(Dataset excerpts)
════════════════════
import { eq } from "drizzle-orm";
import { afterAll, beforeAll, describe, expect, it } from "vitest";
import { accountView } from "../../src/server/auth/account";
import { hashOf } from "../../src/server/auth/secrets";
import { purgeExpired } from "../../src/server/auth/purge";
import { createSession } from "../../src/server/auth/session";
import { mintSignInLink } from "../../src/server/auth/sign-in-links";
import { db } from "../../src/server/db/client";
import { listActivity } from "../../src/server/db/queries/activity";
import { countAttempt } from "../../src/server/db/queries/rate-limits";
import { insertPendingSignIn } from "../../src/server/db/queries/sign-ins";
import { pendingSignIns, rateLimits, sessions, signInLinks } from "../../src/server/db/schema/people";
import { as } from "../fixtures/api-client";
import { newMember, newOrganisation, type SignedInMember } from "../fixtures/organisation";
import { startTestApp, type TestApp } from "../support/test-app";

const minuteMs = 60_000;
const ago = (ms: number) => new Date(Date.now() - ms);

let app: TestApp;
let organisation: { id: string; name: string };
let member: SignedInMember;

beforeAll(async () => {
  app = await startTestApp();
  organisation = await newOrganisation("Session Office");
});
afterAll(() => app.close());

const cookieName = "stillneedle-session";
const idOf = ({ cookie }: SignedInMember) => hashOf(cookie.slice(cookieName.length + 1));
const sessionRow = async (id: string) => (await db().select().from(sessions).where(eq(sessions.id, id)))[0];
const change = (set: Partial<typeof sessions.$inferInsert>) =>
  db()
    .update(sessions)
    .set(set)
    .where(eq(sessions.id, idOf(member)));
const isSignedIn = async (who = member) => (await as(app, who)("get", "/account")).status === 200;
/** Another browser of the same person. */
async function otherBrowser(who = member): Promise<SignedInMember> {
  return { ...who, cookie: `${cookieName}=${await createSession(db(), who.userId)}` };
}

describe("a session", () => {
  beforeAll(async () => {
    member = await newMember(organisation, ["planner"]);
  });

  it("is kept as the hash of its token", async () => {
    const row = await sessionRow(idOf(member));
    expect(row?.userId).toBe(member.userId);
    expect(JSON.stringify(row)).not.toContain(member.cookie.slice(cookieName.length + 1));
    // Whoever reads the table cannot use what stands there.
    expect(await isSignedIn({ ...member, cookie: `${cookieName}=${idOf(member)}` })).toBe(false);
  });

  it("lives on within 30 minutes of its last use, which is noted", async () => {
    await change({ lastSeenAt: ago(29 * minuteMs) });
    expect(await isSignedIn()).toBe(true);
    expect((await sessionRow(idOf(member)))?.lastSeenAt.getTime()).toBeGreaterThan(Date.now() - minuteMs);
  });

  it("is written to at most once a minute", async () => {
    const lastSeenAt = ago(40_000);
    await change({ lastSeenAt });
    expect(await isSignedIn()).toBe(true);
    expect((await sessionRow(idOf(member)))?.lastSeenAt).toEqual(lastSeenAt);
  });

  it.each([
    ["after 30 minutes without use", { lastSeenAt: ago(30 * minuteMs + 1) }],
    ["12 hours after it began, however busy", { lastSeenAt: ago(1), expiresAt: ago(1) }],
  ])("ends %s, with its row and its cookie", async (_, set) => {
    member = await newMember(organisation, ["planner"]);
    await change(set);
    const answer = await as(app, member)("get", "/account");
    expect([answer.status, answer.headers["location"]]).toEqual([303, "/sign-in?returnTo=%2Faccount"]);
    expect(answer.headers["set-cookie"]?.[0]).toMatch(new RegExp(`^${cookieName}=deleted; .*1970`));
    expect(await sessionRow(idOf(member))).toBeUndefined();
  });

  it("begins with 12 hours to live", async () => {
    const now = new Date();
    const row = await sessionRow(hashOf(await createSession(db(), member.userId, now)));
    expect((row?.expiresAt.getTime() ?? 0) - now.getTime()).toBe(12 * 60 * minuteMs);
  });
});

describe("the purge", () => {
  it("removes what has expired, and nothing that is still of use", async () => {
    const { userId } = await newMember(organisation, ["planner"]);
    const hourMs = 60 * minuteMs;
    const expired = hashOf(await createSession(db(), userId, ago(12 * hourMs + 1000)));
    const living = hashOf(await createSession(db(), userId, ago(11 * hourMs)));
    await mintSignInLink(db(), userId, ago(25 * hourMs));
    await mintSignInLink(db(), userId, ago(23 * hourMs));
    const pending = {
      organisationId: null,
      state: "",
      nonce: "",
      codeVerifier: "",
      returnTo: "/",
      subject: null,
    };
    await insertPendingSignIn(db(), { ...pending, id: hashOf("old"), expiresAt: ago(1) });
    await insertPendingSignIn(db(), { ...pending, id: hashOf("new"), expiresAt: ago(-minuteMs) });
    await countAttempt(db(), "old", ago(3 * hourMs));
    await countAttempt(db(), "new", ago(hourMs));
    await purgeExpired();
    expect([await sessionRow(expired), (await sessionRow(living))?.id]).toEqual([undefined, living]);
    expect(await db().$count(signInLinks)).toBe(1);
    expect((await db().select().from(pendingSignIns)).map(({ id }) => id)).toEqual([hashOf("new")]);
    expect((await db().select().from(rateLimits)).map(({ bucket }) => bucket)).toEqual(["new"]);
  });
});

describe("the account page's list", () => {
  it("shows the living sessions of that person alone and marks this one", async () => {
    member = await newMember(organisation, ["planner", "auditor"]);
    await otherBrowser();
    await createSession(db(), member.userId, ago(31 * minuteMs));
    const view = await accountView(member, idOf(member));
    expect(view).toMatchObject({ name: member.name, roles: ["planner", "auditor"] });
    expect(view.email).toContain("@members.example");
    expect(view.sessions.map(({ isThis }) => isThis).sort()).toEqual([false, true]);
  });
});

describe("signing out", () => {
  beforeAll(async () => {
    member = await newMember(organisation, ["planner"]);
  });

  it("ends this browser's session alone and goes to the front page", async () => {
    const other = await otherBrowser();
    const answer = await as(app, other)("post", "/api/sign-out");
    expect([answer.status, answer.headers["location"]]).toEqual([303, "/"]);
    expect(answer.headers["set-cookie"]?.[0]).toContain("1970");
    expect([await isSignedIn(other), await isSignedIn()]).toEqual([false, true]);
    const [line] = await listActivity(db(), organisation.id, 1);
    expect(line).toMatchObject({ event: "session.ended", actorName: member.name });
  });

  it("everywhere ends every session of that person and of nobody else", async () => {
    const bystander = await newMember(organisation, ["planner"]);
    const other = await otherBrowser();
    expect((await as(app, member)("post", "/api/account/sign-out-everywhere")).status).toBe(303);
    expect([await isSignedIn(), await isSignedIn(other), await isSignedIn(bystander)]).toEqual([
      false,
      false,
      true,
    ]);
    const [line] = await listActivity(db(), organisation.id, 1);
    expect(line).toMatchObject({ event: "session.all-ended", detail: '{"sessions":2}' });
  });

  it("is harmless without a session", async () => {
    expect((await as(app, { ...member, cookie: "" })("post", "/api/sign-out")).status).toBe(303);
  });
});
════════════════════
Task objective: Repeat only the lines starting at the one that contains "ends every session" and ending at the last line above, exactly as written.

Written response:
  it("everywhere ends every session of that person and of nobody else", async () => {
    const bystander = await newMember(organisation, ["planner"]);
    const other = await otherBrowser();
    expect((await as(app, member)("post", "/api/account/sign-out-everywhere")).status).toBe(303);
    expect([await isSignedIn(), await isSignedIn(other), await isSignedIn(bystander)]).toEqual([
      false,
      false,
      true,
    ]);
    const [line] = await listActivity(db(), organisation.id, 1);
    expect(line).toMatchObject({ event: "session.all-ended", detail: '{"sessions":2}' });
  });

  it("is harmless without a session", async () => {
    expect((await as(app, { ...member, cookie: "" })("post", "/api/sign-out")).status).toBe(303);
  });
});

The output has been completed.